(Source data Opens)

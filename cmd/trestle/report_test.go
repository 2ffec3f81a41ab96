package main

import (
	"bytes"
	"encoding/json"
	"fmt"
	"math"
	"os"
	"path/filepath"
	"reflect"
	"strings"
	"testing"

	"github.com/stretchr/testify/assert"
	"github.com/stretchr/testify/require"

	"github.com/trestle-go/trestle/springnet/modelfile"
)

// decodeStrict decodes JSON into v, failing on fields v does not have.
func decodeStrict(t *testing.T, data string, v any) {
	t.Helper()
	dec := json.NewDecoder(strings.NewReader(data))
	dec.DisallowUnknownFields()
	require.NoError(t, dec.Decode(v))
}

// TestFourLegsHandCheck checks the analysis of testdata/four-legs.toml
// against hand calculations. Four identical legs, L = 1 m, EA = 2e8 N,
// EIy = 1e4 N·m² (sway along Y), EIz = 2e4 N·m² (sway along X), fixed at
// the floor, under a rigid top held level.
// These runs are the ones the golden files four-legs.*.golden pin.
func TestFourLegsHandCheck(t *testing.T) {
	const (
		L, EA, EI = 1.0, 2e8, 1e4 // EI: EIy, the weaker
		EIz       = 2e4
		press     = 4000.0 // N down at the centre
		push      = 480.0  // N along X at the centre
		// tol: direct sparse solves of an 8-node model agree with closed
		// forms to round-off; 1e-9 leaves room for the residual check.
		tol = 1e-9
	)
	r := trestle(t, "", "analyse", "--json", "testdata/four-legs.toml")
	require.NoError(t, r.err)
	var rep AnalysisReport
	decodeStrict(t, r.stdout, &rep)

	require.Len(t, rep.Mounts, 1)
	mt := rep.Mounts[0]
	// Axial springs in parallel: k = 4·EA/L (Gere & Goodno, Mechanics of
	// Materials, §2.2, δ = PL/EA).
	assert.InEpsilon(t, 4*EA/L, mt.ZNPerM, tol)
	// Fixed–guided legs in parallel: k = 4·12·EI/L³ (Roark's Formulas for
	// Stress and Strain, Table 8.1, case 1e: fixed end, guided end).
	kx := 4 * 12 * EIz / (L * L * L)
	ky := 4 * 12 * EI / (L * L * L)
	assert.InEpsilon(t, kx, mt.XNPerM, tol)
	assert.InEpsilon(t, ky, mt.YNPerM, tol)
	assert.InEpsilon(t, ky, rep.Governing.SoftestStiffnessNPerM, tol)
	assert.Equal(t, [3]float64{0, 1, 0}, rep.Governing.SoftestDirection)

	require.Len(t, rep.Cases, 2)
	pc, sc := rep.Cases[0], rep.Cases[1]
	require.Equal(t, "press", pc.Name)
	require.Equal(t, "push", sc.Name)
	// Press: the top sinks δ = P/(4EA/L); each support carries P/4 by
	// symmetry; each leg is in compression P/4.
	assert.InEpsilon(t, press/(4*EA/L), pc.MaxDisplacementM, tol)
	require.Len(t, pc.Supports, 4)
	for _, s := range pc.Supports {
		assert.InEpsilon(t, press/4, s.FZN, tol, s.Node)
	}
	for _, m := range pc.Members {
		assert.InEpsilon(t, -press/4, m.AxialN, tol, m.Name)
	}
	// Push: δ = H/kx; each leg takes H/4 in shear and end moments
	// M = (H/4)·L/2 (fixed–guided: equal and opposite end moments).
	assert.InEpsilon(t, push/kx, sc.MaxDisplacementM, tol)
	for _, s := range sc.Supports {
		assert.InEpsilon(t, -push/4, s.FXN, tol, s.Node)
		assert.InEpsilon(t, push/4*L/2, math.Abs(s.MYNm), tol, s.Node)
	}
	for _, m := range sc.Members {
		assert.InEpsilon(t, push/4*L/2, m.MaxMomentNm, tol, m.Name)
	}
	// Whole-stand sway buckling under press (about the weaker axis), one
	// element per leg: the consistent geometric stiffness gives
	// P = 10·EI/L² per leg
	// (Przemieniecki, Theory of Matrix Structural Analysis, §15; 1.3 %
	// above Euler's π²·EI/L² for a fixed–guided column with sway).
	require.NotNil(t, rep.Governing.BucklingFactor)
	assert.InEpsilon(t, 10*EI/(L*L)/(press/4), *rep.Governing.BucklingFactor, 1e-9)              // eigenvalue of a converged symmetric solve: round-off level
	assert.InEpsilon(t, math.Pi*math.Pi*EI/(L*L)/(press/4), *rep.Governing.BucklingFactor, 0.02) // 2 %: covers the 1.3 % one-element excess stated above
	// Member Euler check without sway, fixed–fixed, K = 0.65 (AISC 360
	// Commentary Table C-A-7.1, recommended design value).
	require.NotNil(t, rep.Governing.EulerMargin)
	assert.InEpsilon(t, math.Pi*math.Pi*EI/math.Pow(0.65*L, 2)/(press/4), *rep.Governing.EulerMargin, 1e-9) // a formula on a direct solve's axial force: round-off
	// Equilibrium: reactions balance the applied load.
	assert.InEpsilon(t, press, pc.Equilibrium.ReactionsN[2], tol)
	assert.Less(t, pc.Equilibrium.ForceError, 1e-12) // relative force imbalance of one direct solve: round-off
	assert.Equal(t, cautions, rep.Cautions)
}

(Source data Closes)

_What the task asks_
Produce a word-for-word copy of everything above from the line holding "func decodeStrict(t *testing.T, data" down to the line holding "and end moments", with both of those lines kept.

_Written reply_
func decodeStrict(t *testing.T, data string, v any) {
	t.Helper()
	dec := json.NewDecoder(strings.NewReader(data))
	dec.DisallowUnknownFields()
	require.NoError(t, dec.Decode(v))
}

// TestFourLegsHandCheck checks the analysis of testdata/four-legs.toml
// against hand calculations. Four identical legs, L = 1 m, EA = 2e8 N,
// EIy = 1e4 N·m² (sway along Y), EIz = 2e4 N·m² (sway along X), fixed at
// the floor, under a rigid top held level.
// These runs are the ones the golden files four-legs.*.golden pin.
func TestFourLegsHandCheck(t *testing.T) {
	const (
		L, EA, EI = 1.0, 2e8, 1e4 // EI: EIy, the weaker
		EIz       = 2e4
		press     = 4000.0 // N down at the centre
		push      = 480.0  // N along X at the centre
		// tol: direct sparse solves of an 8-node model agree with closed
		// forms to round-off; 1e-9 leaves room for the residual check.
		tol = 1e-9
	)
	r := trestle(t, "", "analyse", "--json", "testdata/four-legs.toml")
	require.NoError(t, r.err)
	var rep AnalysisReport
	decodeStrict(t, r.stdout, &rep)

	require.Len(t, rep.Mounts, 1)
	mt := rep.Mounts[0]
	// Axial springs in parallel: k = 4·EA/L (Gere & Goodno, Mechanics of
	// Materials, §2.2, δ = PL/EA).
	assert.InEpsilon(t, 4*EA/L, mt.ZNPerM, tol)
	// Fixed–guided legs in parallel: k = 4·12·EI/L³ (Roark's Formulas for
	// Stress and Strain, Table 8.1, case 1e: fixed end, guided end).
	kx := 4 * 12 * EIz / (L * L * L)
	ky := 4 * 12 * EI / (L * L * L)
	assert.InEpsilon(t, kx, mt.XNPerM, tol)
	assert.InEpsilon(t, ky, mt.YNPerM, tol)
	assert.InEpsilon(t, ky, rep.Governing.SoftestStiffnessNPerM, tol)
	assert.Equal(t, [3]float64{0, 1, 0}, rep.Governing.SoftestDirection)

	require.Len(t, rep.Cases, 2)
	pc, sc := rep.Cases[0], rep.Cases[1]
	require.Equal(t, "press", pc.Name)
	require.Equal(t, "push", sc.Name)
	// Press: the top sinks δ = P/(4EA/L); each support carries P/4 by
	// symmetry; each leg is in compression P/4.
	assert.InEpsilon(t, press/(4*EA/L), pc.MaxDisplacementM, tol)
	require.Len(t, pc.Supports, 4)
	for _, s := range pc.Supports {
		assert.InEpsilon(t, press/4, s.FZN, tol, s.Node)
	}
	for _, m := range pc.Members {
		assert.InEpsilon(t, -press/4, m.AxialN, tol, m.Name)
	}
	// Push: δ = H/kx; each leg takes H/4 in shear and end moments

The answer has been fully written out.